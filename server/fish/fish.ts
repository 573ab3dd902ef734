import type * as z from 'zod/mini';
import { proposeFishCode } from '../../shared/codes';
import type { addFish, changeFish, FishRow, readFish } from '../../shared/fish/contract';
import { notFound, Refusal } from '../../shared/refusal';
import { audit } from '../db/audit';
import { isUniqueViolation } from '../db/constraint';
import { newId } from '../db/newId';
import type { Scope } from '../scope';
import { fishRows } from './rows';

type Adding = z.output<typeof addFish.body>;

/** One fish of the fishroom, or "not found". */
export async function oneFish(scope: Scope, fishId: string): Promise<FishRow> {
  const [fish] = await fishRows(scope, { ids: [fishId] });
  if (!fish) throw notFound('That fish');
  return fish;
}

/** Adds fish that came from outside, coded or anonymous, and puts them where they live. */
export async function addFounders(scope: Scope, adding: Adding & { entryId?: string }): Promise<FishRow[]> {
  const { db, roomId, now, today } = scope;
  const { ids, codes, strainId, sex, keptAs, bornOn, arrivedOn, lotId, colonyId, tankId, mark, note } = adding;
  if (codes.length !== ids.length)
    throw new Refusal('invalid', 'Give a code, or none, for each fish', { codes: 'One for each fish' });
  if (bornOn && bornOn > today)
    throw new Refusal('invalid', 'That day is still to come', { bornOn: 'Choose today or an earlier day' });
  if (arrivedOn && arrivedOn > today)
    throw new Refusal('invalid', 'That day is still to come', { arrivedOn: 'Choose today or an earlier day' });
  await mustBeOurs(scope, 'strain', strainId, 'strainId', 'Choose a strain');
  if (lotId) await mustBeOurs(scope, 'lot', lotId, 'lotId', 'Choose a lot');
  const entryId = adding.entryId ?? null;
  const since = arrivedOn ?? today;
  for (const [i, id] of ids.entries()) {
    const code = codes[i] ?? null;
    await keepCode(code, `codes.${i}`, () =>
      db
        .insertInto('fish')
        .values({
          roomId,
          id,
          code,
          strainId,
          origin: 'founder',
          lotId,
          batchId: null,
          broodId: null,
          parentageId: null,
          bornOn,
          arrivedOn,
          keptAs,
          note,
          entryId,
          createdAt: now,
        })
        .execute(),
    );
    if (sex !== 'unknown')
      await addFinding(scope, { fishId: id, kind: 'sex', onDay: since, value: sex, how: 'told', entryId });
    if (mark) await addFinding(scope, { fishId: id, kind: 'mark', onDay: since, value: mark, how: 'seen', entryId });
    if (colonyId) await joinColony(scope, { fishId: id, colonyId, onDay: since, entryId });
    if (tankId && !colonyId) {
      await mustBeOurs(scope, 'tank', tankId, 'tankId', 'Choose a tank');
      await db
        .insertInto('stay')
        .values({
          roomId,
          id: newId(now),
          tankId,
          fishId: id,
          colonyId: null,
          batchId: null,
          fromDay: since,
          untilDay: null,
          entryId,
          endEntryId: null,
        })
        .execute();
    }
  }
  if (!adding.entryId)
    await audit(scope, {
      action: 'fish added',
      about: 'fish',
      aboutId: ids[0] ?? '',
      change: { count: [0, ids.length] },
    });
  return fishRows(scope, { ids });
}

type NewFinding = {
  fishId: string;
  kind: 'sex' | 'dominance' | 'mark' | 'check' | 'condition';
  onDay: string;
  value: string;
  how: 'seen' | 'vented' | 'dna' | 'told';
  certain?: boolean;
  note?: string | null;
  entryId: string | null;
};

export async function addFinding({ db, roomId, actorId, now }: Scope, finding: NewFinding): Promise<void> {
  const { certain = true, note = null, ...facts } = finding;
  await db
    .insertInto('finding')
    .values({ roomId, id: newId(now), ...facts, certain: certain ? 1 : 0, note, actorId, at: now })
    .execute();
}

/** A fish in a colony lives where the colony lives; a stay of its own ends. */
export async function joinColony(
  scope: Scope,
  { fishId, colonyId, onDay, entryId }: { fishId: string; colonyId: string; onDay: string; entryId: string | null },
): Promise<void> {
  const { db, roomId, now } = scope;
  await mustBeOurs(scope, 'colony', colonyId, 'colonyId', 'Choose a colony');
  await leaveColony(scope, { fishId, onDay, entryId });
  await db
    .updateTable('stay')
    .set({ untilDay: onDay, endEntryId: entryId })
    .where('roomId', '=', roomId)
    .where('fishId', '=', fishId)
    .where('untilDay', 'is', null)
    .execute();
  await db
    .insertInto('colonyMember')
    .values({ roomId, id: newId(now), colonyId, fishId, fromDay: onDay, untilDay: null, entryId, endEntryId: null })
    .execute();
}

export async function leaveColony(
  { db, roomId }: Scope,
  { fishId, onDay, entryId }: { fishId: string; onDay: string; entryId: string | null },
): Promise<void> {
  await db
    .updateTable('colonyMember')
    .set({ untilDay: onDay, endEntryId: entryId })
    .where('roomId', '=', roomId)
    .where('fishId', '=', fishId)
    .where('untilDay', 'is', null)
    .execute();
}

type Ours = 'strain' | 'lot' | 'tank' | 'colony' | 'fish' | 'batch' | 'brood' | 'hold';

/** An id in a body that is not of this fishroom is a wrong field, told like one that never was. */
export async function mustBeOurs(
  { db, roomId }: Scope,
  table: Ours,
  id: string,
  field: string,
  sentence: string,
): Promise<void> {
  const row = await db
    .selectFrom(table)
    .where('roomId', '=', roomId)
    .where('id', '=', id)
    .select('id')
    .executeTakeFirst();
  if (!row) throw new Refusal('invalid', sentence, { [field]: sentence });
}

/** As `mustBeOurs`; an ancestor that is known from a sheet of another fishroom has no life here to record. */
export async function mustLiveHere(
  scope: Scope,
  { fishId, field, sentence }: { fishId: string; field: string; sentence: string },
): Promise<void> {
  await mustBeOurs(scope, 'fish', fishId, field, sentence);
  if ((await oneFish(scope, fishId)).origin === 'imported')
    throw new Refusal('invalid', 'That fish lives in another fishroom', { [field]: sentence });
}

/** Runs a write that sets a fish's code, and says which code is taken. */
export async function keepCode<T>(code: string | null, field: string, write: () => Promise<T>): Promise<T> {
  try {
    return await write();
  } catch (error) {
    if (isUniqueViolation(error, 'fish.code')) {
      throw new Refusal('conflict', `Another fish has the code ${code}`, { [field]: 'Taken: choose another code' });
    }
    throw error;
  }
}

export async function changeOne(
  scope: Scope,
  fishId: string,
  change: z.output<typeof changeFish.body>,
): Promise<FishRow> {
  const { db, roomId, today } = scope;
  const before = await oneFish(scope, fishId);
  const { version, ...facts } = change;
  if (before.version !== version)
    throw new Refusal('conflict', 'Someone changed this fish meanwhile', {}, { current: before });
  if (facts.bornOn && facts.bornOn > today)
    throw new Refusal('invalid', 'That day is still to come', { bornOn: 'Choose today or an earlier day' });
  await keepCode(facts.code, 'code', () =>
    db
      .updateTable('fish')
      .set({ ...facts, version: version + 1 })
      .where('roomId', '=', roomId)
      .where('id', '=', fishId)
      .execute(),
  );
  await audit(scope, {
    action: 'fish changed',
    about: 'fish',
    aboutId: fishId,
    change: {
      code: [before.code, facts.code],
      keptAs: [before.keptAs, facts.keptAs],
      bornOn: [before.bornOn, facts.bornOn],
    },
  });
  return oneFish(scope, fishId);
}

export async function fishPage(scope: Scope, fishId: string): Promise<z.input<typeof readFish.output>> {
  const { db, roomId } = scope;
  const fish = await oneFish(scope, fishId);
  const more = await db
    .selectFrom('fish')
    .leftJoin('lot', (join) => join.onRef('lot.roomId', '=', 'fish.roomId').onRef('lot.id', '=', 'fish.lotId'))
    .where('fish.roomId', '=', roomId)
    .where('fish.id', '=', fishId)
    .select(['fish.note', 'lot.id as lotId', 'lot.fromWhom', 'lot.receivedOn', 'lot.provenance'])
    .executeTakeFirstOrThrow();
  const findings = await db
    .selectFrom('finding')
    .innerJoin('account', 'account.id', 'finding.actorId')
    .where('finding.roomId', '=', roomId)
    .where('finding.fishId', '=', fishId)
    .select([
      'finding.id',
      'finding.kind',
      'finding.onDay',
      'finding.value',
      'finding.how',
      'finding.certain',
      'finding.note',
      'account.name as by',
    ])
    .orderBy('finding.onDay', 'desc')
    .orderBy('finding.id', 'desc')
    .execute();
  const colonies = await db
    .selectFrom('colonyMember')
    .innerJoin('colony', (join) =>
      join.onRef('colony.roomId', '=', 'colonyMember.roomId').onRef('colony.id', '=', 'colonyMember.colonyId'),
    )
    .where('colonyMember.roomId', '=', roomId)
    .where('colonyMember.fishId', '=', fishId)
    .select(['colony.id', 'colony.code', 'colonyMember.fromDay', 'colonyMember.untilDay'])
    .orderBy('colonyMember.fromDay', 'desc')
    .execute();
  const tanks = await db
    .selectFrom('stay')
    .innerJoin('tank', (join) => join.onRef('tank.roomId', '=', 'stay.roomId').onRef('tank.id', '=', 'stay.tankId'))
    .where('stay.roomId', '=', roomId)
    .where('stay.fishId', '=', fishId)
    .select(['tank.id', 'tank.code', 'stay.fromDay', 'stay.untilDay'])
    .orderBy('stay.fromDay', 'desc')
    .execute();
  const { note, lotId, fromWhom, receivedOn, provenance } = more;
  return {
    fish,
    note,
    colonies,
    tanks,
    lot: lotId && receivedOn && provenance ? { id: lotId, fromWhom, receivedOn, provenance } : null,
    findings: findings.map((finding) => ({ ...finding, certain: finding.certain === 1 })),
  };
}

/** The next free codes after a stem such as a colony's. */
export async function freeCodes({ db, roomId }: Scope, stem: string, count: number): Promise<string[]> {
  const rows = await db
    .selectFrom('fish')
    .where('roomId', '=', roomId)
    .where('code', 'is not', null)
    .select('code')
    .execute();
  const taken = new Set(rows.map(({ code }) => code ?? ''));
  return Array.from({ length: count }, () => {
    const code = proposeFishCode(stem, taken);
    taken.add(code);
    return code;
  });
}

[Problem]
Scan the material above for the word "output", and copy every line in which it is found.

[Written solution]
type Adding = z.output<typeof addFish.body>;
  change: z.output<typeof changeFish.body>,
export async function fishPage(scope: Scope, fishId: string): Promise<z.input<typeof readFish.output>> {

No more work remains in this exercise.